## Records provided
//! The pure core: interval assembly, the per-interval unit model, the monitor and the alert
//! lifecycle. No I/O and no clock: every function is driven by event time and its state
//! serializes into the checkpoint.

pub mod alerts;
pub mod assembly;
pub mod calendar;
pub mod model;
pub mod monitor;
pub mod spec;
pub mod vocabulary;
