/// A typed-in composition of feed `j` that does not sum to 1: flagged, with a model-validity
/// condition.
fn flag_composition_sum(
    j: usize,
    f: &FeedConfig,
    sum: f64,
    flags: &mut Vec<Flag>,
    conditions: &mut Vec<Condition>,
) {
    let code = format!("composition_sum:{}", f.name.replace(' ', "_"));
    flags.push(Flag::CompositionSum(j));
    conditions.push(Condition {
        cause: Cause::ModelValidity,
        subject: code,
        severity: Severity::Low,
        message: format!(
            "{} fractions sum to {sum:.4}, not 1; they are rescaled, but check the analyzer calibration.",
            f.name
        ),
        evidence: evidence(&[("sum", sum.into())]),
        magnitude: None,
    });
}

fn solve_all(
    unit: &UnitSpec,
    inputs: &Inputs,
    uncertain: &UncertainInputs,
    measured: Option<(f64, f64)>,
    (eval, flags, conditions): (&mut Evaluation, &mut Vec<Flag>, &mut Vec<Condition>),
    memo: &mut BubbleMemo,
) {
    let sys = &unit.system;
    let outcome = match sys.solve_with(inputs, Unknown::Temperature, memo) {
        Ok(o) => o,
        Err(e) => {
            eval.reason = Some(e.to_string());
            flags.push(Flag::SolverFailed);
            return;
        }
    };
    eval.predicted_k = Some(outcome.t_out);
    eval.signals.heat_capacity_w_k = Some(outcome.cp_out);
    eval.signals.feed_mol_s = Some(outcome.feed_flows.iter().flatten().sum());
    if let Some(r) = unit.apparent_reaction.filter(|r| *r < sys.reactions.len()) {
        let key = sys.reactions[r].key;
        eval.signals.key_feed_mol_s = Some(outcome.feed_flows.iter().map(|f| f[key]).sum());
    }
    if !uncertain.items.is_empty() {
        let (u, dominant) = combined(sys, inputs, &outcome, &uncertain.items);
        eval.u_pred_k = Some(u);
        eval.dominant_input = dominant.map(|k| uncertain.labels[k].render(unit));
    }
    for f in &outcome.flags {
        let code = f.code();
        if unit.accepted_flags.contains(&code) {
            flags.push(Flag::Model(f.clone()));
            continue;
        }
        let severity = match f {
            crate::thermo::Flag::TwoPhaseRisk { .. } | crate::thermo::Flag::AboveCritical { .. } => {
                Severity::Medium
            }
            _ => Severity::Low,
        };
        conditions.push(Condition {
            cause: Cause::ModelValidity,
            subject: code.clone(),
            severity,
            message: format!("{f}."),
            evidence: evidence(&[("flag", code.clone().into()), ("predicted_k", outcome.t_out.into())]),
            magnitude: None,
        });
        flags.push(Flag::Model(f.clone()));
    }
    let Some((t_meas, _)) = measured else { return };
    eval.residual_k = Some(t_meas - outcome.t_out);
    // At the measured temperature the balance needs no solve: the streams are those of the
    // prediction, the component enthalpies are evaluated once.
    let at = sys.enthalpies_at(t_meas);
    // Heater effectiveness: the duty needed to reach the measured temperature / reported duty.
    if let (Some(needed), Some(reported)) = (sys.needed_duty(inputs, &outcome, &at), inputs.duty) {
        eval.signals.needed_duty_w = Some(needed);
        if reported.abs() > 1.0 {
            eval.effectiveness = Some(needed / reported);
        }
    }
    // Apparent conversion: the conversion that reproduces the measured temperature.
    if let (Some(r), Effluent::Reacted { conversions }) = (unit.apparent_reaction, &inputs.effluent)
        && r < conversions.len()
    {
        match sys.apparent_conversion(inputs, &outcome, r, &at) {
            Ok(x) => eval.apparent_conversion = Some(x),
            Err(_) => flags.push(Flag::ApparentConversionUnavailable),
        }
    }
}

## Aim of the task
The records above are to be printed out again exactly, without omission.

## Response to the exercise
//! The pure core: interval assembly, the per-interval unit model, the monitor and the alert
//! lifecycle. No I/O and no clock: every function is driven by event time and its state
//! serializes into the checkpoint.

pub mod alerts;
pub mod assembly;
pub mod calendar;
pub mod model;
pub mod monitor;
pub mod spec;
pub mod vocabulary;
/// A typed-in composition of feed `j` that does not sum to 1: flagged, with a model-validity
/// condition.
fn flag_composition_sum(
    j: usize,
    f: &FeedConfig,
    sum: f64,
    flags: &mut Vec<Flag>,
    conditions: &mut Vec<Condition>,
) {
    let code = format!("composition_sum:{}", f.name.replace(' ', "_"));
    flags.push(Flag::CompositionSum(j));
    conditions.push(Condition {
        cause: Cause::ModelValidity,
        subject: code,
        severity: Severity::Low,
        message: format!(
            "{} fractions sum to {sum:.4}, not 1; they are rescaled, but check the analyzer calibration.",
            f.name
        ),
        evidence: evidence(&[("sum", sum.into())]),
        magnitude: None,
    });
}

fn solve_all(
    unit: &UnitSpec,
    inputs: &Inputs,
    uncertain: &UncertainInputs,
    measured: Option<(f64, f64)>,
    (eval, flags, conditions): (&mut Evaluation, &mut Vec<Flag>, &mut Vec<Condition>),
    memo: &mut BubbleMemo,
) {
    let sys = &unit.system;
    let outcome = match sys.solve_with(inputs, Unknown::Temperature, memo) {
        Ok(o) => o,
        Err(e) => {
            eval.reason = Some(e.to_string());
            flags.push(Flag::SolverFailed);
            return;
        }
    };
    eval.predicted_k = Some(outcome.t_out);
    eval.signals.heat_capacity_w_k = Some(outcome.cp_out);
    eval.signals.feed_mol_s = Some(outcome.feed_flows.iter().flatten().sum());
    if let Some(r) = unit.apparent_reaction.filter(|r| *r < sys.reactions.len()) {
        let key = sys.reactions[r].key;
        eval.signals.key_feed_mol_s = Some(outcome.feed_flows.iter().map(|f| f[key]).sum());
    }
    if !uncertain.items.is_empty() {
        let (u, dominant) = combined(sys, inputs, &outcome, &uncertain.items);
        eval.u_pred_k = Some(u);
        eval.dominant_input = dominant.map(|k| uncertain.labels[k].render(unit));
    }
    for f in &outcome.flags {
        let code = f.code();
        if unit.accepted_flags.contains(&code) {
            flags.push(Flag::Model(f.clone()));
            continue;
        }
        let severity = match f {
            crate::thermo::Flag::TwoPhaseRisk { .. } | crate::thermo::Flag::AboveCritical { .. } => {
                Severity::Medium
            }
            _ => Severity::Low,
        };
        conditions.push(Condition {
            cause: Cause::ModelValidity,
            subject: code.clone(),
            severity,
            message: format!("{f}."),
            evidence: evidence(&[("flag", code.clone().into()), ("predicted_k", outcome.t_out.into())]),
            magnitude: None,
        });
        flags.push(Flag::Model(f.clone()));
    }
    let Some((t_meas, _)) = measured else { return };
    eval.residual_k = Some(t_meas - outcome.t_out);
    // At the measured temperature the balance needs no solve: the streams are those of the
    // prediction, the component enthalpies are evaluated once.
    let at = sys.enthalpies_at(t_meas);
    // Heater effectiveness: the duty needed to reach the measured temperature / reported duty.
    if let (Some(needed), Some(reported)) = (sys.needed_duty(inputs, &outcome, &at), inputs.duty) {
        eval.signals.needed_duty_w = Some(needed);
        if reported.abs() > 1.0 {
            eval.effectiveness = Some(needed / reported);
        }
    }
    // Apparent conversion: the conversion that reproduces the measured temperature.
    if let (Some(r), Effluent::Reacted { conversions }) = (unit.apparent_reaction, &inputs.effluent)
        && r < conversions.len()
    {
        match sys.apparent_conversion(inputs, &outcome, r, &at) {
            Ok(x) => eval.apparent_conversion = Some(x),
            Err(_) => flags.push(Flag::ApparentConversionUnavailable),
        }
    }
}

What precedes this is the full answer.